See the full Streaming Guide for all event types and patterns. Here’s the essential pattern:

from aicortex import chat

stream = chat("Tell me a short story about a robot.", stream=True)

full_text = ""
for event in stream:
    if event.type == "token":
        print(event.content, end="", flush=True)
        full_text += event.content or ""

print(f"\n\n— {len(full_text)} characters generated —")

Multi-Turn Sessions#

chat() is stateless by default — every call is a cold start.
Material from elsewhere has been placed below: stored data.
/** Moves instances along status steps with one history row per step; only rows still in `from` move. */
export async function moveInstances(tx: Tx, ids: number[], from: PartStatus, steps: PartStatus[], by: number, reason: string, reprint = false): Promise<number> {
  if (!ids.length) return 0;
  const final = steps[steps.length - 1]!;
  const [res] = await tx
    .update(partInstances)
    .set({ status: final, reprints: reprint ? sql`${partInstances.reprints} + 1` : sql`${partInstances.reprints}`, version: sql`${partInstances.version} + 1`, updatedAt: new Date() })
    .where(and(inArray(partInstances.id, ids), eq(partInstances.status, from)));
  let prev = from;
  const rows: (typeof statusEvents.$inferInsert)[] = [];
  for (const [k, to] of steps.entries()) {
    for (const id of ids) rows.push({ instanceId: id, fromStatus: prev, toStatus: to, byUserId: by, reason: k === 0 ? reason : "Back to the queue for a reprint" });
    prev = to;
  }
  await tx.insert(statusEvents).values(rows);
  return res.affectedRows;
}

interface Locked {
  id: number;
  printerId: number;
  status: PlateStatus;
  version: number;
  material: string;
  colour: string;
  estimatedMinutes: number;
  estimatedGrams: number;
  quote: unknown;
}

/** Locks the plate row; a stale version or a status this action does not take is a 409 naming what happened. */
export async function lockPlate(tx: Tx, id: number, version: number, allowed: PlateStatus[], verb: string): Promise<Locked> {
  const [p] = await tx
    .select({ id: plates.id, printerId: plates.printerId, status: plates.status, version: plates.version, material: plates.material, colour: plates.colour, estimatedMinutes: plates.estimatedMinutes, estimatedGrams: plates.estimatedGrams, quote: plates.quote })
    .from(plates)
    .where(eq(plates.id, id))
    .for("update");
  if (!p) throw new AppError("not_found", "There is no such plate (a re-plan may have replaced it). Reload the Floor.");
  if (p.version !== version || !allowed.includes(p.status)) {
    const now = plateStatusLabel[p.status].toLowerCase();
    throw new AppError("conflict", `${plateLabel(id)} cannot ${verb}: someone else acted on it first and it is now ${now}. Reload to see it.`);
  }
  return p;
}

/** Whether a run from start to end is still going at the close of the spell it starts in (the planner's rule). */
export async function unattended(d: Executor, start: Date, end: Date, material?: string): Promise<{ runsUnattended: number; caution: string | null }> {
  const [ws] = await d.select({ tz: workshopSettings.timezone }).from(workshopSettings).where(eq(workshopSettings.id, 1));
  const hours = await d.select({ weekday: attendedHours.weekday, open: attendedHours.opensAt, close: attendedHours.closesAt }).from(attendedHours);
  const closing = createAttendedCalendar(ws?.tz ?? "UTC", hours).closingAfter(start.getTime());
  const late = closing !== null && end.getTime() > closing;
  // The same cautions the plan gives (lib/plan/plan.ts): running past closing, and ABS/ASA fumes.
  const cautions = [late ? UNATTENDED_CAUTION : null, material && needsEnclosure(material) ? FUMES_CAUTION : null].filter(Boolean);
  return { runsUnattended: late ? 1 : 0, caution: cautions.length ? cautions.join(" ") : null };
}

// updated_at is the database's clock at each update (a Date here would be the time this module loaded).
export const bump = { version: sql`${plates.version} + 1`, updatedAt: sql`CURRENT_TIMESTAMP(3)` };

async function itemsOf(tx: Tx, plateId: number) {
  return tx
    .select({ instanceId: plateItems.instanceId, memberId: plateItems.memberId, partName: parts.name, assemblyName: assemblies.name })
    .from(plateItems)
    .innerJoin(partInstances, eq(partInstances.id, plateItems.instanceId))
    .innerJoin(parts, eq(parts.id, partInstances.partId))
    .innerJoin(assemblies, eq(assemblies.id, parts.assemblyId))
    .where(eq(plateItems.plateId, plateId));
}

export const requireAct = (user: SessionUser) => {
  if (!can(user.role, "plates:act")) throw new AppError("forbidden", "Only operators and admins act on plates.");
};

/** Start a planned plate: the printer must be free and its spool hold the plate's grams; the quote is refreshed. */
export async function startPlate(user: SessionUser, id: number, input: PlateStartInput): Promise<{ version: number }> {
  requireAct(user);
  return db().transaction(async (tx) => {
    const p = await lockPlate(tx, id, input.version, ["planned"], "start");
    await tx.select({ id: printers.id }).from(printers).where(eq(printers.id, p.printerId)).for("update");
    const [busy] = await tx.select({ id: plates.id }).from(plates).where(and(eq(plates.printerId, p.printerId), eq(plates.status, "printing"), ne(plates.id, id)));
    if (busy) throw new AppError("conflict", `The printer is still printing ${plateLabel(busy.id)}. Finish or fail it first.`);
    // The spool change the plate needs, if the operator picked a spool for it, then the spool check (same transaction).
    await readySpool(tx, p, input.spoolId ?? null);
    const old = p.quote as PlateQuote;
    const price = await currentPricing(tx, p.printerId, p.material as MaterialType);
    const quote = makeQuote(old.items, price.printer, price.material, price.feeCents, price.currency);
    const now = new Date();
    const end = new Date(now.getTime() + quote.totalMinutes * 60_000);
    await tx
      .update(plates)
      .set({ status: "printing", startedAt: now, plannedStart: now, plannedEnd: end, quote, quotedAt: now, estimatedMinutes: quote.totalMinutes, ...(await unattended(tx, now, end, p.material)), ...bump })
      .where(eq(plates.id, id));
    const items = await itemsOf(tx, id);
    await moveInstances(tx, items.map((i) => i.instanceId), "plated", ["printing"], user.id, `Started on ${plateLabel(id)}`);
    return { version: p.version + 1 };
  });
}

/**
 * Finish a printing plate: its parts are printed and wait at the shelf label; the figures feed the
 * printer's calibration, the spool is lowered, each member is charged their share of the kept
 * quote once, and each member hears that their parts are ready.
 */
export async function finishPlate(user: SessionUser, id: number, input: PlateFinishInput): Promise<{ version: number; charges: MemberCharge[] }> {
  requireAct(user);
  return db().transaction(async (tx) => {
    const p = await lockPlate(tx, id, input.version, ["printing"], "be finished");
    const now = new Date();
    await tx
      .update(plates)
      .set({ status: "finished", endedAt: now, actualMinutes: input.actualMinutes, actualGrams: input.actualGrams, shelfLabel: input.shelfLabel, ...bump })
      .where(eq(plates.id, id));
    await tx.update(plateItems).set({ activeInstanceId: null }).where(eq(plateItems.plateId, id));
    const items = await itemsOf(tx, id);
    await moveInstances(tx, items.map((i) => i.instanceId), "printing", ["printed"], user.id, `Printed on ${plateLabel(id)}; waiting at ${input.shelfLabel}`);
    // Same rules as recordFinishedPlate, inside this transaction so the plate, history and spool change together.
    await tx.insert(printHistory).values({ printerId: p.printerId, plateId: id, estimatedMinutes: p.estimatedMinutes, actualMinutes: input.actualMinutes, estimatedGrams: p.estimatedGrams, actualGrams: input.actualGrams, finishedAt: now });
    const [spool] = await tx.select({ id: spools.id, grams: spools.gramsRemaining }).from(spools).where(eq(spools.loadedPrinterId, p.printerId)).for("update");
    if (spool) {
      const left = Math.max(0, spool.grams - (input.actualGrams ?? p.estimatedGrams));
      await tx.update(spools).set({ gramsRemaining: left, version: sql`${spools.version} + 1`, updatedAt: now }).where(eq(spools.id, spool.id));
    }
    const quote = p.quote as PlateQuote;
    const charges = memberCharges(quote);
    for (const c of charges) {
      await addCharge(tx, { memberId: c.memberId, plateId: id, amountCents: c.totalCents, currency: quote.currency, description: `${plateLabel(id)}: material ${c.materialCents}, machine ${c.machineCents}, fee ${c.feeCents} (cents)`, idempotencyKey: `plate:${id}:member:${c.memberId}` });
    }
    const told = new Set<string>();
    for (const it of items) {
      const key = `${it.memberId}:${it.partName}:${it.assemblyName}`;
      if (told.has(key)) continue;
      told.add(key);
      await notify("part_printed", { userId: it.memberId, partName: it.partName, assemblyName: it.assemblyName, plateLabel: `${plateLabel(id)} (collect at ${input.shelfLabel})` }, tx);
    }
    return { version: p.version + 1, charges };
  });
}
The Session class adds multi-turn memory backed by an in-process store, with no external dependencies.

Creating a Session#

from aicortex import chat, Session

# Auto-generate a session id
session = Session()
print(session.id)  # e.g. "a3f1c2d4"

# Resume an existing session by id
session = Session(id="a3f1c2d4")

# Session with unknown id raises immediately
session = Session(id="unknown")  # KeyError: No session with id 'unknown' found...

Chatting with a Session#

Pass the Session object (or its raw id string) to chat(). History is appended automatically after every successful response:

from aicortex import chat, Session

session = Session()

r1 = chat("My name is Alice.", session=session)
r2 = chat("What's my name?", session=session)
print(r2)  # → "Your name is Alice."

# Raw id string works too
r3 = chat("And what did I say first?", session=session.id)

Inspecting and Managing History#

# Read-only view of accumulated turns
print(session.history)
# [
#   {"role": "user",      "content": "My name is Alice."},
#   {"role": "assistant", "content": "Nice to meet you, Alice!"},
#   ...
# ]

# Clear history — keeps the session id registered
session.reset()

# Remove the session entirely — instance is invalid after this
session.delete()

Note: History is in-process only and is lost on process restart. For persistence, serialize session.history to disk or a database between runs and replay it manually.

Async Support#

chat() detects whether it is running inside an event loop and switches mode automatically. No configuration required — the same function works in both sync and async contexts.

Using `chat()` in FastAPI#

from fastapi import FastAPI
from aicortex import chat, Session

app = FastAPI()

@app.post("/ask")
async def ask(prompt: str, session_id: str | None = None):
    session = Session(id=session_id) if session_id else Session()
    # await is not needed — chat() returns a coroutine automatically
    # when called from inside a running event loop
    response = await chat(prompt, model="llama3.2:3b", session=session)
    return {"response": response, "session_id": session.id}

Async Streaming#

import asyncio
from aicortex import chat

async def stream_response():
    stream = await chat("Tell me a short story.", model="mistral:7b", stream=True)
    async for event in stream:
        if event.type == "token":
            print(event.content, end="", flush=True)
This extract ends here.